Depuis une décision de la Cour de cassation du 13 novembre 2025 (n° 23‑23.535), largement commentée dans les revues juridiques début 2026, les juges rappellent qu’une démission peut être requalifiée en licenciement sans cause réelle et sérieuse lorsque :

- le salarié avait alerté sur une surcharge de travail ou des conditions de travail dégradées,  
- l’employeur n’a rien fait pour corriger la situation,  
- la démission est en réalité une réaction à l’épuisement ou à un manquement grave de l’employeur.

👉 Dans ce cas, la démission est dite « équivoque », c’est‑à‑dire qu’elle ne traduit pas une volonté claire et libre du salarié.

Exemples concrets :

- Un salarié signale une surcharge ingérable pendant des mois → aucune mesure → burn‑out → démission.  

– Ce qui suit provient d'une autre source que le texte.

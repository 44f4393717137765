#include <countersign/net/destination.hpp>

#include <algorithm>
#include <charconv>

namespace countersign::net {

namespace {

Error bad(std::string_view text, const std::string& why) {
  return Error{ErrorKind::usage, "", "--send-to", "",
               "\"" + std::string{text} + "\": " + why + " (expected AE@HOST:PORT)"};
}

}  // namespace

bool is_valid_ae_title(std::string_view title) {
  if (title.empty() || title.size() > 16 || title.find_first_not_of(' ') == std::string_view::npos)
    return false;
  return std::all_of(title.begin(), title.end(), [](char c) { return c >= 0x20 && c < 0x7f && c != '\\'; });
}

Expected<Destination> Destination::parse(std::string_view text) {
  const auto at = text.rfind('@');
  const auto colon = text.rfind(':');
  if (at == std::string_view::npos || colon == std::string_view::npos || colon < at)
    return bad(text, "no '@' or ':'");
  Destination destination;
  destination.ae_title = std::string{text.substr(0, at)};
  std::string_view host = text.substr(at + 1, colon - at - 1);
  if (host.size() >= 2 && host.front() == '[' && host.back() == ']') host = host.substr(1, host.size() - 2);
  destination.host = std::string{host};
  const std::string_view port_text = text.substr(colon + 1);
  unsigned port = 0;
  const auto [end, ec] = std::from_chars(port_text.data(), port_text.data() + port_text.size(), port);
  if (!is_valid_ae_title(destination.ae_title))
    return bad(text, "not a valid AE title (1 to 16 printable characters)");
  if (destination.host.empty()) return bad(text, "no host");
  if (ec != std::errc{} || end != port_text.data() + port_text.size() || port == 0 || port > 65535) {
    return bad(text, "not a port between 1 and 65535");
  }
  destination.port = static_cast<std::uint16_t>(port);
  return destination;
}

std::string Destination::text() const {
  const bool v6 = host.find(':') != std::string::npos;
  return ae_title + "@" + (v6 ? "[" + host + "]" : host) + ":" + std::to_string(port);
}

}  // namespace countersign::net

- Un salarié demande une formation ou des moyens pour tenir son poste → silence de l’employeur → erreurs → démission par épuisement.  

- Un salarié alerte sur un rythme dangereux pour sa santé → aucune prévention → démission contrainte.

🚨Conséquences pour l’employeur :

- versement de l’indemnité de licenciement,  
- paiement de l’indemnité de préavis,  
- dommages‑intérêts pour licenciement abusif,  
- et, selon les faits, risque de reconnaissance de harcèlement moral.

💬 Conclusion

Organiser l’usure d’un salarié n’est pas une fatalité managériale.  
➡️ C’est une faute juridique.

Et c’est notre rôle syndical de le rappeler,  de le prévenir,  
et de protéger celles et ceux qui en sont victimes.